The former British colonies, on the other hand, were more decentralised. Power was exercised through local rule structures, which is referred to as “indirect rule”. Nevertheless, educationalist Edwin Nii Bonney had to read a lot of Shakespeare during his school days in Ghana. Today he is a junior professor at Radford University in Virginia in the USA and works on the influence of the former colonial powers on today’s curricula.

According to Bonney, history lessons in Ghana almost always begin with colonialism, which is given great importance and is viewed positively. “Just in the lower grades hardly anyone talks about the phase before the British came.” Social, economic and political development is attributed to the time when Ghana, as the Gold Coast, was part of the British Empire. “Students learn: Colonialism has brought progress.” Slavery and the serious consequences would be left out.

Power structures are denounced

In the growing debate about decolonization, this gap is increasingly being addressed and deeply rooted power structures and social inequality are being denounced.
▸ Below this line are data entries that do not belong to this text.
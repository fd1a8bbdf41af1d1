package org.nebulith.report.chart;

import java.awt.Color;
import java.util.ArrayList;
import java.util.List;
import java.util.Objects;

import org.knowm.xchart.XYChart;
import org.knowm.xchart.style.XYStyler;

/**
 * Planet comparison as small multiples: one panel per quantity (molar ratios, core mass fraction),
 * side by side, each on its own linear axis, their plot areas of one width; one row per body
 * (predicted planets first, then the host star and the reference bodies), the row names written
 * once at the left. Planets are filled circles with their error bars (16th to 84th percentile when
 * given); reference bodies have a marker of their own; the host star's value is also drawn as a
 * dotted line through the panel. A body without a value for a quantity shows "n/a" in that panel
 * (nothing is dropped silently).
 *
 * @param quantities axis titles with units, e.g. {@code Mg/Si [mol/mol]}
 * @param bodies     the rows, top to bottom
 */
public record BodyComparison(List<String> quantities, List<Body> bodies) {

    /** What a row is. */
    public enum Kind {
        /** A predicted planet (error bars allowed). */
        PLANET,
        /** The host star (also drawn as a dotted line). */
        HOST,
        /** A reference body (the Sun, bulk Earth, ...). */
        REFERENCE
    }

    /**
     * One row.
     *
     * @param label  row name
     * @param kind   what it is
     * @param values one value per quantity; NaN where the body has none
     * @param low    lower ends of error bars (NaN = none), or null
     * @param high   upper ends, or null
     */
    public record Body(String label, Kind kind, double[] values, double[] low, double[] high) {
        public Body {
            Objects.requireNonNull(label);
            Objects.requireNonNull(kind);
            values = values.clone();
            low = low == null ? null : low.clone();
            high = high == null ? null : high.clone();
            if ((low == null) != (high == null)) {
                throw new IllegalArgumentException(label + ": give both ends of the error bars or neither");
            }
        }

        /** @param label name @param kind kind @param values values @return a row without error bars */
        public static Body of(final String label, final Kind kind, final double... values) {
            return new Body(label, kind, values, null, null);
        }

        double lowAt(final int q) {
            return low == null ? Double.NaN : low[q];
        }

        double highAt(final int q) {
            return high == null ? Double.NaN : high[q];
        }
    }

    private static final double ROW = 12;
    private static final double GAP = 6;
    private static final Marker[] REFERENCE_MARKERS = {
        Marker.DIAMOND, Marker.OPEN_SQUARE, Marker.TRIANGLE_UP, Marker.OPEN_DIAMOND, Marker.SQUARE, Marker.CROSS,
        Marker.TRIANGLE_DOWN, Marker.PLUS,
    };

    public BodyComparison {
        quantities = List.copyOf(quantities);
        bodies = List.copyOf(bodies);
        if (quantities.isEmpty() || bodies.isEmpty()) {
            throw new IllegalArgumentException("comparison: need at least one quantity and one body");
        }
        for (Body b : bodies) {
            for (double[] v : new double[][] {b.values(), b.low(), b.high()}) {
                if (v != null) {
                    new Curve(b.label(), v).check(quantities.size(), "comparison", true, -Double.MAX_VALUE,
                            Double.MAX_VALUE);
                }
            }
        }
    }

    /**
     * @param widthPt figure width [pt] (the height follows from the number of rows)
     * @return the chart
     */
    public Figure chart(final double widthPt) {
        double height = bodies.size() * ROW + 34;
        Figure f = new Figure(widthPt, height);
        List<XYChart> panels = new ArrayList<>();
        for (int q = 0; q < quantities.size(); q++) {
            panels.add(panel(f, widthPt / quantities.size(), height, q));
        }
        f.row(panels, height, GAP, 14);
        for (int q = 0; q < quantities.size(); q++) {
            XYChart c = panels.get(q);
            f.layOut(c);
            DirectLabels labels = new DirectLabels(f, c);
            if (q == 0) {
                for (int i = 0; i < bodies.size(); i++) {
                    String name = bodies.get(i).label();
                    labels.put(name, 2 + Fonts.width(name, ChartStyle.NOTE_PT) / 2, labels.y(row(i)));
                }
            }
            for (int i = 0; i < bodies.size(); i++) {
                if (!Double.isFinite(bodies.get(i).values()[q])) {
                    labels.put("n/a", labels.box().getCenterX(), labels.y(row(i)));
                }
            }
        }
        return f;
    }

    /** @return the y of body i (the first at the top) */
    private double row(final int i) {
        return bodies.size() - i;
    }

    private XYChart panel(final Figure f, final double width, final double height, final int q) {
        XYChart c = ChartStyle.chart(f, width, height, quantities.get(q), "");
        XYStyler s = c.getStyler();
        double[] range = range(q);
        s.setXAxisMin(range[0]);
        s.setXAxisMax(range[1]);
        s.setYAxisMin(0.4);
        s.setYAxisMax(bodies.size() + 0.6);
        s.setYAxisTickMarkSpacingHint((int) (ROW - 3));
        s.setPlotGridHorizontalLinesVisible(false);
        s.setLegendVisible(false);
        s.setXAxisTickMarkSpacingHint(32);
        s.setChartPadding(2);
        s.setYAxisTitleVisible(false);
        s.setYAxisTickLabelsFormattingFunction(v -> "");
        if (q == 0) {
            double names = 0;
            for (Body b : bodies) {
                names = Math.max(names, Fonts.width(b.label(), ChartStyle.NOTE_PT));
            }
            s.setYAxisLeftWidthHint((int) Math.ceil(names + 2));
        }
        for (Body b : bodies) {
            double v = b.values()[q];
            if (b.kind() == Kind.HOST && Double.isFinite(v)) {
                ChartStyle.line(c, "host " + q, new double[] {v, v}, new double[] {0.4, bodies.size() + 0.6},
                        new LineStyle(Palette.REFERENCE, 0.6, new float[] {1f, 1.5f}), false);
            }
        }
        errorBars(c, q);
        int reference = 0;
        for (int i = 0; i < bodies.size(); i++) {
            Body b = bodies.get(i);
            double v = b.values()[q];
            Marker m = b.kind() == Kind.PLANET ? Marker.CIRCLE : b.kind() == Kind.HOST ? Marker.STAR
                    : REFERENCE_MARKERS[reference++ % REFERENCE_MARKERS.length];
            if (Double.isFinite(v)) {
                ChartStyle.points(c, "body " + i, new double[] {v}, new double[] {row(i)}, m, colour(b), 1.15, false);
            }
        }
        return c;
    }

    private static Color colour(final Body b) {
        return b.kind() == Kind.PLANET ? Palette.seriesColour(0) : b.kind() == Kind.HOST ? Palette.seriesColour(1)
                : Palette.AXIS;
    }

    private void errorBars(final XYChart c, final int q) {
        List<double[]> bars = new ArrayList<>();
        for (int i = 0; i < bodies.size(); i++) {
            Body b = bodies.get(i);
            if (Double.isFinite(b.lowAt(q)) && Double.isFinite(b.highAt(q))) {
                bars.add(new double[] {b.lowAt(q), b.highAt(q), row(i)});
            }
        }
        if (bars.isEmpty()) {
            return;
        }
        double[] x = new double[3 * bars.size()];
        double[] y = new double[3 * bars.size()];
        for (int k = 0; k < bars.size(); k++) {
            x[3 * k] = bars.get(k)[0];
            x[3 * k + 1] = bars.get(k)[1];
            x[3 * k + 2] = bars.get(k)[1];
            y[3 * k] = bars.get(k)[2];
            y[3 * k + 1] = bars.get(k)[2];
            y[3 * k + 2] = Double.NaN;
        }
        ChartStyle.line(c, "bars " + q, x, y, LineStyle.solid(Palette.seriesColour(0), 0.8), false);
    }

    private double[] range(final int q) {
        double min = Double.POSITIVE_INFINITY;
        double max = Double.NEGATIVE_INFINITY;
        for (Body b : bodies) {
            for (double v : new double[] {b.values()[q], b.lowAt(q), b.highAt(q)}) {
                if (Double.isFinite(v)) {
                    min = Math.min(min, v);
                    max = Math.max(max, v);
                }
            }
        }
        if (!Double.isFinite(min)) {
            return new double[] {0, 1};
        }
        double span = Math.max(max - min, 0.05 * Math.max(Math.abs(max), 1e-3));
        double lo = min - 0.12 * span;
        double hi = max + 0.12 * span;
        if (min >= 0 && lo < 0) {
            lo = 0;
        }
        return new double[] {lo, hi};
    }
}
But this debate is mainly being conducted by activists and scientists – in everyday life in West Africa it is hardly felt, as many people are busy with their everyday lives. So far, Bonney has not experienced any changes in curricula.

And nothing has changed in the language of instruction either: in sub-Saharan Africa, teaching is in English or French, but almost never in an African language. “We need to focus on that to change the way we think,” says Bonney. In countries like Nigeria and Ghana, local languages ​​are part of the program – similar to foreign language classes – but often only once a week and without any information about tradition and culture.

However, not everyone supports the idea of ​​teaching in local languages. Opponents object that there are no books for teaching in Twi, Minna or Bambara. Also, even children growing up in the same neighborhood would have different mother tongues. In Benin alone, with its 13 million inhabitants, more than 50 languages ​​are spoken. But: “The colonial languages ​​are seen as neutral,” Bonney points out, which they are not. And textbooks could be remade.

The educational scientist says that a lot is lost due to the continuing desire to adopt things from Europe and the USA. “There is a lack of a look at our local knowledge and how we use it.” This is not always perfect, “but neither are educational systems from Europe”.